# marbled velvet gecko



## luke88 (Dec 8, 2009)

Hi, i have a few questions about marbled velvet geckos so any help would be greatly appreciated. i have a 700x500x500 unused snake tank, would this be suitable for an adult pair?
What temperatures do they require, would an infered globe be ok for heating or would a heat mat be better. What sort of day night periods do they require.
Any help would be great.


----------



## Lovemydragons (Dec 8, 2009)

I have my pair in a 40x40x60. There is heaps of space for them, so that would be huge.

I've been told they don't necessarily need heat as long as the room temp isn't too low. But I use a heat dome over the top of my enclosure and it's on daylight hours. I don't use a heat mat (although that's fine too), but by using the heat lamp I'm trying to encourage them to stay out more. My hot spot is usually between 25-28. 
They don't need lights, so don't require


----------



## GeckoJosh (Dec 8, 2009)

Hi i would use the heat mat and a purple night light, u will find that they can be disturbed by the brightness of the red ones
i would position multiple hides on the cool end and hot end
and id put the night light up one end so they still have some complete darkness


----------



## Lovemydragons (Dec 8, 2009)

Woops pressed enter accidently...

Anyway I was going to say they don't need UV fluros, or any natural lighting as they are nocturnal, but it's what you want for viewing purposes really. I find if there is any light on they wont come out anyway. Mine are still growing so I just throw crickets in there when I notice none are left. They hunt around at night and eat what they like. Still dust the crickets every 2-3 feeds aswell. 

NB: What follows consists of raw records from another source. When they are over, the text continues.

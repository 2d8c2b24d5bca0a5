#![allow(clippy::unwrap_used, reason = "a test stops at the first surprise")]

use super::*;

fn identity() -> RunIdentity {
    let file = |path: &str, sha256: &str| InputFile { path: path.to_owned(), sha256: sha256.to_owned() };
    RunIdentity {
        version: "oddwell 0.1.0".to_owned(),
        task: "fit of `constant`".to_owned(),
        inputs: vec![file("study.toml", "aa"), file("larkfield.csv", "bb")],
        overrides: vec![],
        seed: 1,
    }
}

fn kept(folder: &Path, states: &[Vec<f64>]) -> Checkpoints {
    let mut checkpoints = Checkpoints::new(folder, Path::new("runs/first"), identity());
    for state in states {
        checkpoints.keep(state, true);
        assert_eq!(checkpoints.failure(), None);
    }
    checkpoints
}

fn loaded(checkpoints: &Checkpoints) -> (Vec<f64>, Option<String>) {
    let Kept { state, damage } = checkpoints.load().unwrap().unwrap();
    (state, damage)
}

#[test]
fn the_last_state_comes_back_bit_by_bit() {
    let folder = tempfile::tempdir().unwrap();
    let odd = vec![0.1, f64::NEG_INFINITY, -0.0, f64::MIN_POSITIVE, f64::NAN];
    let checkpoints = kept(folder.path(), &[vec![1.0], odd.clone()]);
    let (state, damage) = loaded(&checkpoints);
    assert!(state.iter().zip(&odd).all(|(one, other)| one.to_bits() == other.to_bits()));
    assert_eq!(damage, None);
    let nothing = Checkpoints::new(folder.path().parent().unwrap(), Path::new("r"), identity());
    assert!(nothing.load::<Vec<f64>>().unwrap().is_none());
}

/// Every cut and every flipped bit of the last checkpoint is noticed, and the one before it serves.
#[test]
fn a_damaged_checkpoint_is_noticed_and_the_one_before_it_serves() {
    let folder = tempfile::tempdir().unwrap();
    let checkpoints = kept(folder.path(), &[vec![1.0, 2.0], vec![3.0, 4.0]]);
    let path = folder.path().join("checkpoint");
    let whole = fs::read(&path).unwrap();
    for length in 0..whole.len() {
        fs::write(&path, &whole[..length]).unwrap();
        let (state, damage) = loaded(&checkpoints);
        assert_eq!(state, [1.0, 2.0], "cut to {length}");
        assert!(damage.is_some());
    }
    for bit in 0..8 * whole.len() {
        let mut flipped = whole.clone();
        flipped[bit / 8] ^= 1 << (bit % 8);
        fs::write(&path, &flipped).unwrap();
        assert_eq!(loaded(&checkpoints).0, [1.0, 2.0], "bit {bit}");
    }
    // Killed between two renames: no last one at all.
    fs::remove_file(&path).unwrap();
    assert_eq!(loaded(&checkpoints), (vec![1.0, 2.0], None));
    fs::write(folder.path().join("checkpoint-before"), b"rubbish").unwrap();
    let error = checkpoints.load::<Vec<f64>>().unwrap_err().to_string();
    assert!(error.contains("runs/first") && error.contains("checkpoint-before"), "{error}");
}

#[test]
fn the_state_of_another_run_is_refused_with_the_difference() {
    let folder = tempfile::tempdir().unwrap();
    kept(folder.path(), &[vec![1.0]]);
    let mut others = vec![];
    let mut change = |expected: &'static str, edit: &dyn Fn(&mut RunIdentity)| {
        let mut other = identity();
        edit(&mut other);
        others.push((expected, other));
    };
    change("this is oddwell 0.2.0", &|other| other.version = "oddwell 0.2.0".to_owned());
    change("study.toml has changed", &|other| other.inputs[0].sha256 = "cc".to_owned());
    change("larkfield.csv has changed", &|other| other.inputs[1].sha256 = "cc".to_owned());
    change("other files", &|other| other.inputs.truncate(1));
    change("this is fit of `gr`", &|other| other.task = "fit of `gr`".to_owned());
    change("`--set`", &|other| other.overrides = vec!["a.b=1".to_owned()]);
    change("seed 1, and this is seed 2", &|other| other.seed = 2);
    for (expected, other) in others {
        let checkpoints = Checkpoints::new(folder.path(), Path::new("runs/first"), other);
        let error = checkpoints.load::<Vec<f64>>().unwrap_err().to_string();
        assert!(error.contains(expected), "{error}");
    }
    // The same files seen from another folder are the same.
    let mut moved = identity();
    moved.inputs[0].path = "../study.toml".to_owned();
    assert!(Checkpoints::new(folder.path(), Path::new("r"), moved).load::<Vec<f64>>().is_ok());
}

/// A folder where a file is in the way of the new checkpoint stands for every disk that can't be written.
#[test]
fn a_state_that_cannot_be_written_leaves_the_last_one_and_says_why() {
    let folder = tempfile::tempdir().unwrap();
    let mut checkpoints = kept(folder.path(), &[vec![1.0]]);
    fs::create_dir(folder.path().join("checkpoint-new")).unwrap();
    checkpoints.keep(&vec![2.0], true);
    assert!(checkpoints.failure().is_some());
    assert_eq!(loaded(&checkpoints), (vec![1.0], None));
    fs::remove_dir(folder.path().join("checkpoint-new")).unwrap();
    checkpoints.keep(&vec![2.0], true);
    assert_eq!(checkpoints.failure(), None);
    assert_eq!(loaded(&checkpoints), (vec![2.0], None));
}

Oh and I spray the enclosure every 2-3 days, I've heard they drink off plants etc in the wild. I do have a small water bowl in their enclousre but I think they sit in it more than drink it.


----------



## GeckoJosh (Dec 8, 2009)

U mean mm not cm eh?


----------



## luke88 (Dec 8, 2009)

yep this is the enclosure i had in mind.


----------



## Lovemydragons (Dec 8, 2009)

Size wise, I would say that's fine. But the only concern is that these geckos are climbers, and you need to make sure every little gap is sealed! I'd be a bit worried with the size of that door too. To open the door for cleaning and feeding there is a huge space for them to escape. And trust me they are fast little buggers!!
Also having that door on a hinge there is the possiblilty they will hide between the door and the frame, so you may squash them when opening it.


----------



## luke88 (Dec 8, 2009)

the door is mitered into the enclosure, there isnt any gaps.


----------



## Lovemydragons (Dec 8, 2009)

Cool, yeah spose it could work then. Just clean and stuff when they're sleeping and hopefully they wont make a run for it!! hehehehe


----------



## Twin_Rivers (Dec 8, 2009)

We keep our Marbled Velvet in a 450X450X450mm enclosure and he seems really happy in there, plenty of hides and vines branches rocks etc to climb, we use a heat mat with around 31 degrees down to around 25 degrees. We have a reptile one magnetic rock hide and he absolutely loves it. feed 2-3 crickets every 2-3 days mist the enclosure every 2-3 days we have a small bowl of water in the enclosure also. we use a pruple lamp at night for viewing. We don't handle often though I try to occasionally just so he doesn't freak if we have to handle him, ie if he needs to go to vet.
Great pet we think he is fantastic and getting more geckos soon.
Good luck and have fun


----------



## Grogshla (Dec 28, 2010)

i keep mine in an exo terra 45x45x45 all you need is a undertank heater on an thermostat set to 32degrees celcius. I also have a 60w basking lamp in the corner just to help bump the air temp up to around 30 degrees celcius and at night i switch it off leaving just the under tank heater. Air temps get to around 24 celcius. This is a good set up. No uv light is required.

---------- Post added 28-Dec-10 at 11:00 PM ----------

be vary with night bulbs they geckos can see the light. Be sure he isn't stressed out when you switch it on. They have very good eyesight and in the wild they would not have a night light that intense. I would take it out for sure. If you need heat during the night at winter or something then just throw a ceramic heat emitter on.


----------